Good morning, Camden Chatters.
A week and a half ago, the Orioles played their most pivotal series in five years, a four-game set against the Blue Jays in which they entered 2.5 games back of a playoff spot. Alas, the series did not go the Orioles’ way, with Toronto taking three of four to widen the gap between the Blue Jays and the Birds.
Tonight, the Orioles get another crack at the Jays, though there’s not quite the same intensity this time around. For one thing, the Birds have no chance of finishing the series in playoff position even with a sweep, the way they would have if they’d swept that last series. For another, the Blue Jays aren’t even the closest team to the Orioles in the standings anymore, having leapfrogged the Rays by half a game.
The Jays and Rays just completed a five-game series in which Toronto won three of five, which was pretty much the worst possible result for the Orioles. If the Rays had swept the set, or won four out of five, then the Blue Jays would be ripe for the Orioles’ picking this weekend. If the Blue Jays had swept, or won four out of five, then the Rays would be within shouting distance of the Orioles. But by essentially splitting, both teams remained comfortably ahead of the Birds. The Blue Jays, tied with Seattle for the first wild card spot, are five games up on the Orioles. The Rays are 4.5 ahead for the third wild card spot (and essentially 5.5 ahead, because the Rays also hold the tiebreaker advantage over the Birds if the two clubs end up tied).
It’s a tough mountain to climb, but the O’s could make major progress on that trek if they can pull off an improbable sweep of the Jays this weekend. Anything less than that might make the journey all but impossible.
The Orioles are nearing a record turnaround. Brandon Hyde’s players believe he should be AL Manager of the Year. - The Baltimore Sun
If leading a team that was expected to lose 110+ games to a (probable) winning record doesn’t earn you Manager of the Year, then there’s no reason for the award to exist. Make the right decision, voters.
Connolly: It’s not really a rivalry, but Nationals have shown Orioles what’s possible - The Athletic
Dan Connolly wonders whether the Orioles could follow a Nationals-style path to a world championship. Sure, as long as they don’t follow it up with a Nationals-style path to being the worst team in baseball.
Is there time left for Rodriguez to enter Orioles rotation? - School of Roch
Eh, there’s no reason to risk an injury recurrence by trying to rush Grayson to the majors before the season ends. Put him in the Opening Day rotation in 2023 and we’ll go from there.
Orioles birthdays and history
Is today your birthday? Happy birthday! Four ex-Orioles were born on this day, including Hall of Famer Tim Raines (63), who played four games for the 2001 Birds alongside his son, Tim Raines Jr. (To be clear, that’s not why he’s in the Hall of Fame. He had a pretty good career elsewhere.) Also celebrating Sept. 16 birthdays are right-hander Paul Shuey (52) and catchers Mark Parent (61) and Mickey “Froot Loops” Tettleton (62).
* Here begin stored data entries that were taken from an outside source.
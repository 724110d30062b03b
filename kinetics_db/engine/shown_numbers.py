"""Numbers as people read them: value with its uncertainty, intervals, probabilities, in letters of a page or ASCII.

Rounding works on the shortest decimal text of a float, so that 0.15 is rounded as the 0.15 it was typed as.
"""

from __future__ import annotations

import math
import re
from dataclasses import dataclass
from decimal import ROUND_CEILING, ROUND_FLOOR, ROUND_HALF_EVEN, Decimal
from typing import TypeGuard

SMALLEST_PLAIN, LARGEST_PLAIN = -2, 4  # powers of ten that are written without a factor 10ⁿ
MOST_DIGITS = 15  # a float has no more
LARGEST_WRITTEN_OUT = 1_000_000  # differences and percentages from here on have few digits and a power of ten

_EXPONENT = re.compile(r"\^(-?\d+)(?![\d.])")
_RAISED = str.maketrans("-0123456789", "⁻⁰¹²³⁴⁵⁶⁷⁸⁹")


@dataclass(frozen=True)
class Style:
    """The letters a number is written with.

    Attributes
    ----------
    nothing : stands where there is no number
    minus : the sign of a negative number
    thousands : stands between groups of three digits of a difference
    times_ten : stands before a power of ten
    raised : whether powers of ten and whole exponents in units are raised letters
    """

    nothing: str
    minus: str
    thousands: str
    times_ten: str
    raised: bool

    def power_of_ten(self, power: int) -> str:
        """A factor ' × 10⁻³' or 'e-3'; nothing for the power 0."""
        if not power:
            return ""
        return self.times_ten + (str(power).translate(_RAISED) if self.raised else str(power))

    def unit(self, unit: str) -> str:
        """A unit, with its whole exponents raised if letters are: 'L^2/mol^2/s' is read as 'L²/mol²/s'."""
        return _EXPONENT.sub(lambda found: found[1].translate(_RAISED), unit) if self.raised else unit


PAGE = Style(nothing="–", minus="−", thousands="\N{NARROW NO-BREAK SPACE}", times_ten=" × 10", raised=True)
TERMINAL = Style(nothing="-", minus="-", thousands="", times_ten="e", raised=False)


def with_uncertainty(
    value: float | None, uncertainty: float | None, unit: str = "", *, style: Style = PAGE
) -> str:
    """Value with its standard uncertainty, two digits of it, in the last digits of the value: '1.234(56)'.

    Where the uncertainty reaches beyond the decimal point it is written with one, '12.3(4.5)', which JCGM
    100:2008, 7.2.2 allows too and which nobody can misread. Without an uncertainty above zero, the plain
    value; '–' without a value.
    """
    if not is_number(value):
        return style.nothing
    if not is_number(uncertainty) or uncertainty <= 0:
        return plain(value, unit, style=style)
    number, spread = _decimal(value), _decimal(uncertainty)
    if number and number.adjusted() - spread.adjusted() >= MOST_DIGITS - 1:
        # The spread is finer than the number itself.
        return plain(value, unit, digits=MOST_DIGITS, style=style)
    last = spread.adjusted() - 1
    spread = _rounded(spread, last)
    if spread.adjusted() - last > 1:  # 0.0996 became 0.100
        last += 1
        spread = _rounded(spread, last)
    number = _rounded(number, last)
    power = _power(max(abs(number), spread))
    if not power and last > 0:  # digits before the decimal point are uncertain
        power = max(abs(number), spread).adjusted()
    decimals = power - last
    number, spread = number.scaleb(-power), spread.scaleb(-power)
    inside = f"{spread:.{decimals}f}" if decimals and spread >= 1 else str(int(spread.scaleb(decimals)))
    return _joined(f"{_digits(number, decimals, style)}({inside})", power, unit, style)


def plain(
    value: float | None,
    unit: str = "",
    *,
    digits: int = 4,
    rounding: str = ROUND_HALF_EVEN,
    style: Style = PAGE,
) -> str:
    """A value without an uncertainty, rounded to significant digits; trailing zeros would claim one."""
    if not is_number(value):
        return style.nothing
    return _significant(_decimal(value), unit, digits, rounding, style)


def interval(low: float | None, high: float | None, unit: str = "", *, style: Style = PAGE) -> str:
    """Both ends rounded outwards: '(5.82 to 6.03) × 10⁻⁵ 1/s'; one end is a bound, '> 30 1/s'."""
    if not is_number(low) and not is_number(high):
        return style.nothing
    if not is_number(high):
        return f"> {plain(low, unit, digits=2, rounding=ROUND_FLOOR, style=style)}"
    if not is_number(low):
        return f"< {plain(high, unit, digits=2, rounding=ROUND_CEILING, style=style)}"
    below, above = _decimal(low), _decimal(high)
    if below >= above:
        return plain(low, unit, style=style)
    last = max((above - below).adjusted() - 1, max(abs(below), abs(above)).adjusted() - MOST_DIGITS + 1)
    rounded = _rounded(below, last, ROUND_FLOOR), _rounded(above, last, ROUND_CEILING)
    if (below and not rounded[0]) or (above and not rounded[1]):
        # Ends of different size need their own digits.
        start = plain(low, digits=2, rounding=ROUND_FLOOR, style=style)
        end = plain(high, digits=2, rounding=ROUND_CEILING, style=style)
        return _joined(f"{start} to {end}", 0, unit, style)
    power = _power(max(abs(rounded[0]), abs(rounded[1])))
    decimals = max(0, power - last)
    text = " to ".join(_digits(end.scaleb(-power), decimals, style) for end in rounded)
    return _joined(f"({text})" if power else text, power, unit, style)


def probability(p: float | None, *, style: Style = PAGE) -> str:
    """A p-value: two digits, so that none is rounded onto a threshold; the far ends by their bounds."""
    if not is_number(p):
        return style.nothing
    if p < 1e-4:
        return "< 0.0001"
    if p > 0.999:
        return "> 0.999"
    last = max(min(-2, _decimal(p).adjusted() - 1), -5) if p < 0.99 else -3
    return _digits(_rounded(_decimal(p), last), -last, style)


def percent(share: float | None, *, style: Style = PAGE) -> str:
    """A share as a percentage, two digits: 0.0213 is '2.1 %'; from a million on as '1.2 × 10⁷ %'."""
    if not is_number(share):
        return style.nothing
    number = _decimal(share).scaleb(2)
    if abs(number) >= LARGEST_WRITTEN_OUT:
        return _significant(number, "%", 2, ROUND_HALF_EVEN, style)
    return f"{_two_digits(number, style)} %"


def difference(value: float | None, *, style: Style = PAGE) -> str:
    """A difference of a criterion such as AICc to one decimal, thousands apart: '1 204.3'.

    From a million on no decimal tells anything, and it is written as '1.204 × 10⁶'.
    """
    if not is_number(value):
        return style.nothing
    if abs(value) >= LARGEST_WRITTEN_OUT:
        return plain(value, style=style)
    whole = f"{_rounded(_decimal(value), -1):,.1f}"
    whole = "0.0" if whole == "-0.0" else whole
    return whole.replace(",", style.thousands).replace("-", style.minus)


def is_number(value: float | None) -> TypeGuard[float]:
    """Whether there is a value that can be written: neither None nor infinite nor not a number."""
    return value is not None and math.isfinite(value)


def _significant(number: Decimal, unit: str, digits: int, rounding: str, style: Style) -> str:
    if not number:
        return _joined("0", 0, unit, style)
    number = _rounded(number, number.adjusted() - digits + 1, rounding)
    power = _power(number)
    number = number.scaleb(-power).normalize()
    decimals = max(0, -int(number.as_tuple().exponent))
    return _joined(_digits(number, decimals, style), power, unit, style)


def _two_digits(number: Decimal, style: Style) -> str:
    if not number:
        return "0"
    last = min(number.adjusted() - 1, 0)
    rounded = _rounded(number, last)
    if last < 0 and rounded.adjusted() - last > 1:  # 9.96 became 10.0
        last += 1
        rounded = _rounded(number, last)
    return _digits(rounded, -last, style)


def _decimal(value: float) -> Decimal:
    return Decimal(repr(float(value)))


def _rounded(number: Decimal, last: int, rounding: str = ROUND_HALF_EVEN) -> Decimal:
    """Rounded to a multiple of 10**last."""
    return number.quantize(Decimal(1).scaleb(last), rounding=rounding)


def _power(size: Decimal) -> int:
    """The power of ten to take out, 0 where the number reads well as it is."""
    if not size or SMALLEST_PLAIN <= size.adjusted() <= LARGEST_PLAIN:
        return 0
    return size.adjusted()


def _digits(number: Decimal, decimals: int, style: Style) -> str:
    text = f"{number:.{decimals}f}"
    return (text.lstrip("-") if not number else text).replace("-", style.minus)


def _joined(digits: str, power: int, unit: str, style: Style) -> str:
    return f"{digits}{style.power_of_ten(power)} {style.unit(unit)}".rstrip()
The Orioles’ last win on this date came just last year, and it was a wacky one. The Birds, down by one run to the Yankees with two outs and two strikes in the ninth, tied the game on a Gary Sanchez passed ball, then won it in the 10th on Austin Hays’ walkoff single. The O’s win — their eighth in 19 games against New York that year — temporarily knocked the Yankees out of a postseason spot, though they later recovered to claim a wild card berth.
On this day in 2012, the O’s officially snapped their brutal 14-year streak of losing seasons, securing their 82nd win with a 9-5 defeat of Oakland. Matt Wieters crushed two home runs off A’s right-hander and future Oriole Dan Straily, while Endy Chavez (!) went 4-for-4 with a double. Six Orioles pitchers combined to hold on to the big lead.
And today is the eight-year anniversary of one of the most unforgettable nights in Camden Yards history, as the Orioles clinched the AL East for the first time since 1997. Struggling starter Ubaldo Jimenez, of all people, got the win in the clincher with a solid five-inning performance, while early homers by Steve Pearce and Jimmy Paredes helped the O’s cruise to an 8-2 decision in front of a raucous crowd of 35,297.